Page 1 of 1

Using parameter estimates from simulated model as priors

PostPosted: Mon Jan 27, 2014 1:21 pm
by tn73
Hi Team,
I have conducted a pilot survey and used the data collected to estimate a model. I have then used the parameter estimates from the pilot as priors in an experimental design for my final survey. I have also simulated the design (estimated the deterministic components of utility and the random components and assumed that the alternative with the highest utility is selected in each choice situation using a virtual sample of 200). All the parameter estimates for the simulated model are highly significant with the expected signs. Further, I have used the parameter estimates from the simulated model as priors in generating a new design which has a lower D-Error and smaller minimum sample requirement and I am tempted to use this in my final survey. My question is "Is it theoretically correct to use the more efficient design based on results from the simulated model in my final survey?"

Regards
tn73

Re: Using parameter estimates from simulated model as priors

PostPosted: Tue Jan 28, 2014 11:04 am
by Michiel Bliemer
I assume you have simulated the data using the parameter estimates from the pilot study?
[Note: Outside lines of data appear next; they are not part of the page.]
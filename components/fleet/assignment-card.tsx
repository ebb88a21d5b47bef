import { StyleSheet, View } from 'react-native';
import { Badge } from '@/components/ui/chip';
import { Icon } from '@/components/ui/icon';
import { LinkPressable } from '@/components/ui/link-pressable';
import { Text } from '@/components/ui/text';
import { useFocusRing } from '@/components/ui/use-focus-ring';
import { colors, radii, shadows, sizes, spacing } from '@/components/theme/tokens';
import { ASSIGNMENT_STATUS_LABELS, type Assignment } from '@/shared/schemas/fleet';
import { formatWindow } from './fleet-time';
import { ASSIGNMENT_STATUS_TONES, assignmentFlags, purposeLabel } from './fleet-words';

const NO_CONFLICTS: ReadonlySet<string> = new Set();

/** One assignment as a card that opens its page: vehicle, driver, purpose, window, status and flags in words. */
export function AssignmentCard({
  assignment: a,
  conflicts = NO_CONFLICTS,
  showDriver = true,
}: {
  assignment: Assignment;
  conflicts?: ReadonlySet<string>;
  showDriver?: boolean;
}) {
  const ring = useFocusRing();
  const flags = assignmentFlags(a, conflicts);
  const status = ASSIGNMENT_STATUS_LABELS[a.status];
  const when = formatWindow(a.startsAt, a.endsAt);
  const alarming = flags.some((f) => f.tone === 'danger');
  return (
    <LinkPressable
      href={`/fleet/assignments/${a.id}`}
      onFocus={ring.onFocus}
      onBlur={ring.onBlur}
      testID={`assignment-${a.id}`}
      style={({ pressed }) => [styles.card, alarming && styles.alarming, pressed && styles.pressed, ring.focused && styles.focused]}
    >
      <View style={styles.top}>
        <Text variant="bodyStrong" style={styles.tag}>
          {a.assetTag}
        </Text>
        <Badge label={status} tone={ASSIGNMENT_STATUS_TONES[a.status]} />
        <Icon name="chevron-right" size={sizes.iconSm} color={colors.textMuted} />
      </View>
      <Text>{showDriver ? `${a.driver.name} · ${purposeLabel(a)}` : purposeLabel(a)}</Text>
      <Text variant="caption" tone="muted">
        {when} · {a.vehicle.stage}
      </Text>
      {flags.length ? (
        <View style={styles.flags}>
          {flags.map((flag) => (
            <Badge key={flag.label} label={flag.label} tone={flag.tone} />
          ))}
        </View>
      ) : null}
    </LinkPressable>
  );
}

const styles = StyleSheet.create({
  card: {
    backgroundColor: colors.surface,
    borderRadius: radii.lg,
    borderWidth: 1,
    borderColor: colors.border,
    padding: spacing.md,
    gap: spacing.xs,
    minHeight: sizes.touch,
    ...shadows.card,
  },
  alarming: {
    borderColor: colors.danger,
    borderLeftWidth: spacing.xs,
  },
  pressed: {
    backgroundColor: colors.surfaceMuted,
  },
  top: {
    flexDirection: 'row',
    alignItems: 'center',
    gap: spacing.sm,
  },
  tag: {
    flex: 1,
  },
  flags: {
    flexDirection: 'row',
    flexWrap: 'wrap',
    gap: spacing.xs,
  },
  focused: {
    outlineColor: colors.focus,
    outlineStyle: 'solid',
    outlineWidth: sizes.focusRing,
    outlineOffset: 2,
  },
});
And then you estimated the model based ont he simulated data. If you would have used a large enough sample (perhaps 200 is not enough) then you should have obtained exactly the parameter estimates that you put in as priors. If not, then your sample size was not large enough. McFadden proved that the logit model will provide unbiased estimates independent of the design you use, so you should always retrieve the parameters that you put into the simulation after estimation. This is asymptotic behaviour, so large sample sizes. So you can just use the priors you obtained from the pilot study and it is not necessary to simulate data as the equations in Ngene make use of the asymptotic properties of the logit model. The reason that you obtain lower D-errors is because you have used different priors. You can only compare designs based on the same priors. You can try to use larger sample sizes (e.g., 1000 or 10000) and you should retrieve the prior parameter estimates. Note that the standard errors (and therefore also the D-error) are by default all asymptotic values.